» EXERCISE INSTRUCTIONS
Where a line below holds the string "sdRel", that line goes into the answer.
———
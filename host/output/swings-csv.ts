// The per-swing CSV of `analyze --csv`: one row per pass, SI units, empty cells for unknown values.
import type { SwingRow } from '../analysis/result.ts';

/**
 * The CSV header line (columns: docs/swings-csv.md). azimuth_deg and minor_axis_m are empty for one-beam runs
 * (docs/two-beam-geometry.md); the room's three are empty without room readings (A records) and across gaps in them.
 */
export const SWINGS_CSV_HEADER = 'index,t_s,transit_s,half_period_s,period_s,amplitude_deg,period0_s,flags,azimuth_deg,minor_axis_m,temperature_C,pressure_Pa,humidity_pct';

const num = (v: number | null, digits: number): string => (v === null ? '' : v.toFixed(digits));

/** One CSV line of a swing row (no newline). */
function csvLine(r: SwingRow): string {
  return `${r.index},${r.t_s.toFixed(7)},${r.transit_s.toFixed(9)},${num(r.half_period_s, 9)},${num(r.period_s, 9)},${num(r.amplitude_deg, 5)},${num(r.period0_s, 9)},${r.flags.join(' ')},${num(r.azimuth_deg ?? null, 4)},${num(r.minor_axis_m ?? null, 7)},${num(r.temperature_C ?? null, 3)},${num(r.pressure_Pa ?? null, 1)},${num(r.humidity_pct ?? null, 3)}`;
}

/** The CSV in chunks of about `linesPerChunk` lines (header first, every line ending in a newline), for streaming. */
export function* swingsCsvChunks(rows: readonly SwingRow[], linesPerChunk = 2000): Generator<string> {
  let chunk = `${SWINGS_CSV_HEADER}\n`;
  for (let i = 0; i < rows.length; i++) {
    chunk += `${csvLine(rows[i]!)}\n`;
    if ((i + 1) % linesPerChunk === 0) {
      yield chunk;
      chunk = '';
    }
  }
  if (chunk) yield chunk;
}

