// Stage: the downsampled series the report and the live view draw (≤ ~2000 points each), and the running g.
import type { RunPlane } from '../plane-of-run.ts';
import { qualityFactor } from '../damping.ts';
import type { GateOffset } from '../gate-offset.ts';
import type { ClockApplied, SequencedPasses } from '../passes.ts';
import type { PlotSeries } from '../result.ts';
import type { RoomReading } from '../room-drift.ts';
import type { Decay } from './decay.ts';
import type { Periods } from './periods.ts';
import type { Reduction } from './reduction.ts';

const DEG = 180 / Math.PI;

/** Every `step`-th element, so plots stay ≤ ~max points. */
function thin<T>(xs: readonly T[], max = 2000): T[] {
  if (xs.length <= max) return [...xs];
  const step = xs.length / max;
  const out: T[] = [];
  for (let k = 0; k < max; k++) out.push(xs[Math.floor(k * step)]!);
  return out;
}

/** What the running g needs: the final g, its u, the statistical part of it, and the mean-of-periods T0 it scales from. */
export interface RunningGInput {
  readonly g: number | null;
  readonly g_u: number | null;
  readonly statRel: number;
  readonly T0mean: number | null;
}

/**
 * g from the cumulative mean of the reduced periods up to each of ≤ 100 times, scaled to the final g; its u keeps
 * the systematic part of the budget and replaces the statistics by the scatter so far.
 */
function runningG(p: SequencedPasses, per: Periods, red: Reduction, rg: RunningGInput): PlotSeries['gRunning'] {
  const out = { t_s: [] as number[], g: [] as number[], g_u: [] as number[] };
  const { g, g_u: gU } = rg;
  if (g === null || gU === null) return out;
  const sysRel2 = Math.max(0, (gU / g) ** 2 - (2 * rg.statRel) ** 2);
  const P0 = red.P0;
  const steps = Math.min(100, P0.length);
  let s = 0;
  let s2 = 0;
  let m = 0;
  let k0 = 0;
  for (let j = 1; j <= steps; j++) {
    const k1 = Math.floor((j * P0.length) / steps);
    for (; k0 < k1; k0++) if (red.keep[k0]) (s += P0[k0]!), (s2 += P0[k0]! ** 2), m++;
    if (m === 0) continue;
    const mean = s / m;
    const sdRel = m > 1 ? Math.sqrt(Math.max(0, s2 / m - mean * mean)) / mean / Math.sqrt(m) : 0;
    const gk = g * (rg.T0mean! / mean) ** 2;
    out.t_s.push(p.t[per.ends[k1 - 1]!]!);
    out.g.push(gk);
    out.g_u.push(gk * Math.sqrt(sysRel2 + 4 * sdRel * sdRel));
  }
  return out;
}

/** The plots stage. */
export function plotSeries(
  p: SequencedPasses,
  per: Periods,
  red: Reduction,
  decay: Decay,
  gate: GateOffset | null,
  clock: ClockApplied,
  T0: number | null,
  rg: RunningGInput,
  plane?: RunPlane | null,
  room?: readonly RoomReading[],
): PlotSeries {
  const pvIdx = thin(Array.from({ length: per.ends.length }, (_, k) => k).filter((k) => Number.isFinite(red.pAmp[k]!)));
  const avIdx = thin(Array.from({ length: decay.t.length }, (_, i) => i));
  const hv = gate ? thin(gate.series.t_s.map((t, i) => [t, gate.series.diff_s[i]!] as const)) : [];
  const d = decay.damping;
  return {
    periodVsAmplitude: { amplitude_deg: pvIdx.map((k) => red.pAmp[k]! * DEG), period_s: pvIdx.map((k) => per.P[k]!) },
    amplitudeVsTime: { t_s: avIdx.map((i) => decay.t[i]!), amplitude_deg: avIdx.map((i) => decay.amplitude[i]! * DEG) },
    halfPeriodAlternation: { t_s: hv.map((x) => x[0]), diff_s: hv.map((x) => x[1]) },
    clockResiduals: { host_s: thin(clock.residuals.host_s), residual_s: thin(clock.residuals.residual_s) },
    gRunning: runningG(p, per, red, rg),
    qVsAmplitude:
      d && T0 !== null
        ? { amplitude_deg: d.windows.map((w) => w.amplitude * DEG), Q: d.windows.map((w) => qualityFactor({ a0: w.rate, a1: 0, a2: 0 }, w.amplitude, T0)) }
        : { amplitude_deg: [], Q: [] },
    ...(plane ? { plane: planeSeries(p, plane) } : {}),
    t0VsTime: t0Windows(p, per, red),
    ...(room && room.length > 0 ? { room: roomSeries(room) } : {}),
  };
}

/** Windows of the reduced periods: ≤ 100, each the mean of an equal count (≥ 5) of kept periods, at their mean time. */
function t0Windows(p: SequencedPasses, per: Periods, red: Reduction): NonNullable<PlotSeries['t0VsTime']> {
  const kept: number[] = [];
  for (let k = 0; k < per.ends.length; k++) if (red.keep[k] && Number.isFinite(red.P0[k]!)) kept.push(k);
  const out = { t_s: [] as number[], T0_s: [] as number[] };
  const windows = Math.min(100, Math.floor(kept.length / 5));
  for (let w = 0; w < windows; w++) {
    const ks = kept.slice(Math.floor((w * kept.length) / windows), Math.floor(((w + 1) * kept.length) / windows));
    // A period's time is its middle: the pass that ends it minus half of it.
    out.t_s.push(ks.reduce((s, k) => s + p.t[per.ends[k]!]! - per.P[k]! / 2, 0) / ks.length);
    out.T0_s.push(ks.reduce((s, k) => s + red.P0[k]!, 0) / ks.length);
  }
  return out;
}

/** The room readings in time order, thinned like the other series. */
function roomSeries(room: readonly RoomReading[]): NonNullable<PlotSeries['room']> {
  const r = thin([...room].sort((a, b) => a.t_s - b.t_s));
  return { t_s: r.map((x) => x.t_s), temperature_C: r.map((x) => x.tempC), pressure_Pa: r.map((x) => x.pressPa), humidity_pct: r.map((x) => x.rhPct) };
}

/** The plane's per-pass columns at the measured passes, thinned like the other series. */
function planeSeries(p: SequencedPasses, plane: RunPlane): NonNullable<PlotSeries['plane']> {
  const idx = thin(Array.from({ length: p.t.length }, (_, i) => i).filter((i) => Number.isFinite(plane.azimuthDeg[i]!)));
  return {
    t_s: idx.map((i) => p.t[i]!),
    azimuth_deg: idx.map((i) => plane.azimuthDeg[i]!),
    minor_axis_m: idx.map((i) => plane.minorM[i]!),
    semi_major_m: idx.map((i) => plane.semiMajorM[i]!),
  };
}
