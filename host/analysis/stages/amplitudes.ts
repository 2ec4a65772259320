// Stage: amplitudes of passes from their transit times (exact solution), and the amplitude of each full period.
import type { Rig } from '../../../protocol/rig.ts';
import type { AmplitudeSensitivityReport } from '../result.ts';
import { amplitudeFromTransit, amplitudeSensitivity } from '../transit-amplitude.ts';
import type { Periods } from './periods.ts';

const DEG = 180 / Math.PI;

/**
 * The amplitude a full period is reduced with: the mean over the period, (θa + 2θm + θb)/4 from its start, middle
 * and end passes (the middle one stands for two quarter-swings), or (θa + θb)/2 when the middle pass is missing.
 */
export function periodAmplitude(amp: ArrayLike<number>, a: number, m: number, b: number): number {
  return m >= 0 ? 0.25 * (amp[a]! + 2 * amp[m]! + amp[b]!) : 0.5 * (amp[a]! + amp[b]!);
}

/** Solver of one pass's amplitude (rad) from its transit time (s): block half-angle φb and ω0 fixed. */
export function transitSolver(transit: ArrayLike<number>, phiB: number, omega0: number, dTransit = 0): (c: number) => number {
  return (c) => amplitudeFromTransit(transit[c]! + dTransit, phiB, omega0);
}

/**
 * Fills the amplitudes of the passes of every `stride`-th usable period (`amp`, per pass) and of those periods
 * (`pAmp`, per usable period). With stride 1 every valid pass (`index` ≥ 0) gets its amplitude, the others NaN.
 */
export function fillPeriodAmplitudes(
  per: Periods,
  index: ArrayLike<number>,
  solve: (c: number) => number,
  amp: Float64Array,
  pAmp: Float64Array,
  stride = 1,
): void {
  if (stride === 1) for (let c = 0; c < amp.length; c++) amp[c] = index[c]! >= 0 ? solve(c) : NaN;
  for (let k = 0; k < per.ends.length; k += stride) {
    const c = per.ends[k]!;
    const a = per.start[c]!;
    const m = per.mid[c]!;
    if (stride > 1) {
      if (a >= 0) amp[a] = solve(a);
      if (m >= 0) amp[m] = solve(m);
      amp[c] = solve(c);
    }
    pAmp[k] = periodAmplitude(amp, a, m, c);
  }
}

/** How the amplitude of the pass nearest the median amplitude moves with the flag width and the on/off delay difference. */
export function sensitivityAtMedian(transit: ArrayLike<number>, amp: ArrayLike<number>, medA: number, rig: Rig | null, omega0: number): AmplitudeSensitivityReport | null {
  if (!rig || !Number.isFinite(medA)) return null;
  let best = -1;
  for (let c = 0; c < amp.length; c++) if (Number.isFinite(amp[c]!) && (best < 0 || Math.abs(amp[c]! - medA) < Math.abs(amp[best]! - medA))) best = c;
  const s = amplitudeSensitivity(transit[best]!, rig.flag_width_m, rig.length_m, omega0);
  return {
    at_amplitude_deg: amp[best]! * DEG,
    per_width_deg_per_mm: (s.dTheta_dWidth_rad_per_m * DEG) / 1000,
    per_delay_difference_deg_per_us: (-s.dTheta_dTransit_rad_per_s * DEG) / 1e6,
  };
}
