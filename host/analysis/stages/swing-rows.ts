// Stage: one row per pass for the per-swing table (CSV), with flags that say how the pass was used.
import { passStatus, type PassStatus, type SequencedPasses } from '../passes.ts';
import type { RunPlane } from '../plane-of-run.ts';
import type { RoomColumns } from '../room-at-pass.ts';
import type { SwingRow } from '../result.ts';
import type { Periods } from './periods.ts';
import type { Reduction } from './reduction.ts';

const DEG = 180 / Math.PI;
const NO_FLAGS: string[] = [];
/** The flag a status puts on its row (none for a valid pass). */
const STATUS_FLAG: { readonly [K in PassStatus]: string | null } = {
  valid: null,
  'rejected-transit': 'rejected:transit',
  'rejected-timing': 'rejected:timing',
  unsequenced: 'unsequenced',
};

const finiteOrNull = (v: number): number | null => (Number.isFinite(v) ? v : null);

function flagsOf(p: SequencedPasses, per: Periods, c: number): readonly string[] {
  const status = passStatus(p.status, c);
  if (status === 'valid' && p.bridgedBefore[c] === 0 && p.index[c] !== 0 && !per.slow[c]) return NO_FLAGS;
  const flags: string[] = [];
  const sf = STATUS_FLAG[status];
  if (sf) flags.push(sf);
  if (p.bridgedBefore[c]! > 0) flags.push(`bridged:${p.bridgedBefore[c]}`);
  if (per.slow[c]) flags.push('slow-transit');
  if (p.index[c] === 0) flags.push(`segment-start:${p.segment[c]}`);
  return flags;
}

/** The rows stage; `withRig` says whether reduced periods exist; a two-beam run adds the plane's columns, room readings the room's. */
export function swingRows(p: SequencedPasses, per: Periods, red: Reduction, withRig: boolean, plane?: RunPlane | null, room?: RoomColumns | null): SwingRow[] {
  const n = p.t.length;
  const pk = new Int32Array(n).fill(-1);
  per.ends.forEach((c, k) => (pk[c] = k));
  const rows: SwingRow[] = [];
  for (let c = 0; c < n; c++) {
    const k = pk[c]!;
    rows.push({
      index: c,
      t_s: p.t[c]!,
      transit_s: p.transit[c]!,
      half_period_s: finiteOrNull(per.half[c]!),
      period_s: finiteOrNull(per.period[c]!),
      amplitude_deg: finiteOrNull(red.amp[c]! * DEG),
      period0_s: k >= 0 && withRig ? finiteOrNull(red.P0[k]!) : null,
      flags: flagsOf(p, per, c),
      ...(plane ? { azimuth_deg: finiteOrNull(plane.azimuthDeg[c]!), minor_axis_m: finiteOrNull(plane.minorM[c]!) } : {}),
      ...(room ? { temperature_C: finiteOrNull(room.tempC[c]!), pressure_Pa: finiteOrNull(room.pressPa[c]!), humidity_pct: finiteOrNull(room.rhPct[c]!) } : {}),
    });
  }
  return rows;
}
———
» WRITTEN ANSWER
    const sdRel = m > 1 ? Math.sqrt(Math.max(0, s2 / m - mean * mean)) / mean / Math.sqrt(m) : 0;
    out.g_u.push(gk * Math.sqrt(sysRel2 + 4 * sdRel * sdRel));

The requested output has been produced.